Hey! I am sorry for late response. I missed the email at first and then holidays. @mor just pinged me this the other day. Happy to explain why our licenses are the way they are… Short answer is we wouldn’t be able to survive if we did this, as the vast bulk of our money comes not from grants but from selling the underlying data to proprietary data users (business information providers, credit reference agencies, banks, corporate investigators). This income supports not just making the whole database free to view on the web, but also the to public benefit API users (NGOs, journalists, academics), and for bulk data extracts we regularly do for NGOs, journalists and academics. It also supports the other public benefit work we do, including campaigning for company information to be open, providing expertise and analysis for the rest of civil society, responding to consultations etc. OpenOwnership, the global beneficial ownership register being created by civil society, wouldn’t exist if it hadn’t been for the many thousands of hours we put into the project before the pilot started. If we made the whole dataset available as an unrestricted download, we would disappear, and none of this would happen, and we think that would be bad for the world.

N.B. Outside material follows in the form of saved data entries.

// How long a call has been open against its response target: words first, then a bar.
import { useEffect, useState } from 'react';
import { AlarmClock } from 'lucide-react';

export function formatDuration(ms: number): string {
  const minutes = Math.max(0, Math.round(ms / 60_000));
  if (minutes < 60) return `${minutes} min`;
  const hours = Math.floor(minutes / 60);
  if (hours < 48) return `${hours} h ${minutes % 60} min`;
  return `${Math.floor(hours / 24)} d ${hours % 24} h`;
}

export function useNow(intervalMs = 30_000): number {
  const [now, setNow] = useState(() => Date.now());
  useEffect(() => {
    const t = setInterval(() => setNow(Date.now()), intervalMs);
    return () => clearInterval(t);
  }, [intervalMs]);
  return now;
}

export function TargetClock({ openedAt, targetAt, stoppedAt }: { openedAt: string; targetAt: string; stoppedAt?: string | null }) {
  const now = useNow();
  const end = stoppedAt ? Date.parse(stoppedAt) : now;
  const age = end - Date.parse(openedAt);
  const budget = Date.parse(targetAt) - Date.parse(openedAt);
  const late = end > Date.parse(targetAt);
  const share = Math.min(1, age / Math.max(budget, 1));
  return (
    <span
      className="inline-flex min-w-32 flex-col gap-1"
      title={`Open ${formatDuration(age)} against a target of ${formatDuration(budget)}`}
    >
      <span
        className={`inline-flex items-center gap-1 text-sm font-semibold tabular ${late ? 'text-down' : share > 0.75 ? 'text-attention' : 'text-ink'}`}
      >
        {late && <AlarmClock aria-hidden className="size-4" />}
        {stoppedAt
          ? `Fixed in ${formatDuration(age)} · ${late ? `${formatDuration(end - Date.parse(targetAt))} over target` : 'within target'}`
          : `${formatDuration(age)} · ${late ? `${formatDuration(end - Date.parse(targetAt))} late` : `${formatDuration(Date.parse(targetAt) - end)} left`}`}
      </span>
      <span aria-hidden className="h-1.5 w-full rounded bg-paper-line">
        <span
          className={`block h-1.5 rounded ${late ? 'bg-down' : share > 0.75 ? 'bg-attention' : 'bg-running'}`}
          style={{ width: `${Math.round(share * 100)}%` }}
        />
      </span>
    </span>
  );
}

There are other issues (e.g. legal ones – in order to access some of the data we need to enter into API agreements with company registers, which places limitations on what we can do, also potential data protection issues), and the size of the database (many gigs) makes it practically difficult, but the sustainability is the key one.
The OpenCorporates database is licensed under the Open Database License. A plain language summary of the ODbL is available on the Open Data Commons website.

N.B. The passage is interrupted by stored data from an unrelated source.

// What is printed on a board and when it was last recapped, as form fields: for fitting a board in a game (the
// game's page) and for correcting it (the board's page). The date code is checked as typed by the domain code the
// API runs again on save.
import { dateCodeProblem } from '../lib/date-code-check.ts';
import { Field, inputClass } from './field.tsx';

export interface BoardFactsDraft {
  serial: string;
  dateCode: string;
  /** YYYY-MM-DD, or '' for none on record. */
  lastRecapOn: string;
}

export const boardFactsOf = (b: { serial: string; dateCode: string; lastRecapOn: string | null }): BoardFactsDraft => ({
  serial: b.serial,
  dateCode: b.dateCode,
  lastRecapOn: b.lastRecapOn ?? '',
});

/** The fields' problems found before anything is sent (an impossible week, a date code after today). */
export function boardFactsProblems(facts: BoardFactsDraft): Record<string, string> {
  const codeProblem = dateCodeProblem(facts.dateCode);
  return codeProblem ? { dateCode: codeProblem } : {};
}

export function BoardFactsFields({
  facts,
  errors,
  onChange,
}: {
  facts: BoardFactsDraft;
  errors: Readonly<Record<string, string>>;
  onChange: (facts: BoardFactsDraft) => void;
}) {
  return (
    <>
      <Field label="Serial" error={errors.serial}>
        {(p) => (
          <input
            {...p}
            className={inputClass}
            value={facts.serial}
            maxLength={60}
            autoComplete="off"
            onChange={(e) => onChange({ ...facts, serial: e.target.value })}
          />
        )}
      </Field>
      <Field
        label="Date code as printed"
        error={errors.dateCode}
        hint="8934 (year and week), 1989-W34 or 1989-08. A code that reads two ways is saved and flagged; settle it by writing 20W12 (week 12 of 2020) or 2012-01."
      >
        {(p) => (
          <input
            {...p}
            className={inputClass}
            value={facts.dateCode}
            maxLength={40}
            autoComplete="off"
            onChange={(e) => onChange({ ...facts, dateCode: e.target.value })}
          />
        )}
      </Field>
      <Field label="Last recap (if any)" error={errors.lastRecapOn}>
        {(p) => (
          <input
            {...p}
            type="date"
            className={inputClass}
            value={facts.lastRecapOn}
            onChange={(e) => onChange({ ...facts, lastRecapOn: e.target.value })}
          />
        )}
      </Field>
    </>
  );
}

We source the information in our databases from government and other sources through a variety of means including: directly from government websites and APIs, from publicly available datasets, or through Freedom of Information requests. We spend a lot of time, effort, and even money in getting this data and turning it into a workable and highly usable resource.
We do not claim any rights over the information we receive from our government sources, and attribute them whenever possible. This is known as the “Contents” in the ODbL license.
If the database is licensed under the ODbL then surely is openly licensed?
To actually be open it would also need to make its data available in bulk - as per the http://opendefinition.org. Does Open Corporates do this? In general, providing database dumps, even for a large database like this is not that tough (at least if done, say, every month).
Finally, the site used to included the “Open Data” button and link to the http://opendefinition.org/ and at multiple times Chris has told me that Open Corporates was and would remain open data – which included bulk access and an open license …
Hi Rufus
[Apologies for brevity. Currently travelling with limited online access.]
The licence on OpenCorporates hasn’t changed, nor have our policies. What Hera wrote above is explaining why we don’t make the data available as an unrestricted download, which has been the case since the beginning (and you and I have had several discussions about this over the past 6 years, and my understanding was that you understood our approach). Our belief in open data hasn’t wavered, and have spent a lot of money working to persuade governments make company registers available as open data, and also to give academics, NGOs and journalists and others data dumps and and API access.
But the work that we do costs money, and has to be sustainable, particularly in the current environment, and that’s why (as before) we can’t make the whole of OpenCorporates available as a bulk unrestricted download.
Happy to discuss further when I’m back from travels.
Best
Chris
@countculture Hi Chris, my understanding when this was first raised with you several years ago was that there were some temporary technical obstacles in the way of you making bulk access available - not that it was a permanent policy decision. I think i have also made clear that limiting bulk access would make the data non-open.
The Open Definition has always been unambiguous that bulk access is required from its inception in 2005. I note that bulk access does not require free access to an API (providing an API is a service on top of the data).
I very much understand the need to be sustainable and I personally believe we need much more systematic funding support for open data in the current environment.
At the same time, we need to clear and unambiguous about what open data means. It would be like saying software was free and open but you can’t use it non-commercially or that you are allowed access to each individual file but not allowed access to use the whole set together. Moving away from the the clear lines set down in the open definition risks seriously undermining the integrity and credibility of the open knowledge and open data in the broader community, for example people trust that open data means they won’t get locked and will always be able to get full access to the data and if they suddenly discover that is not so that may really undermine their trust.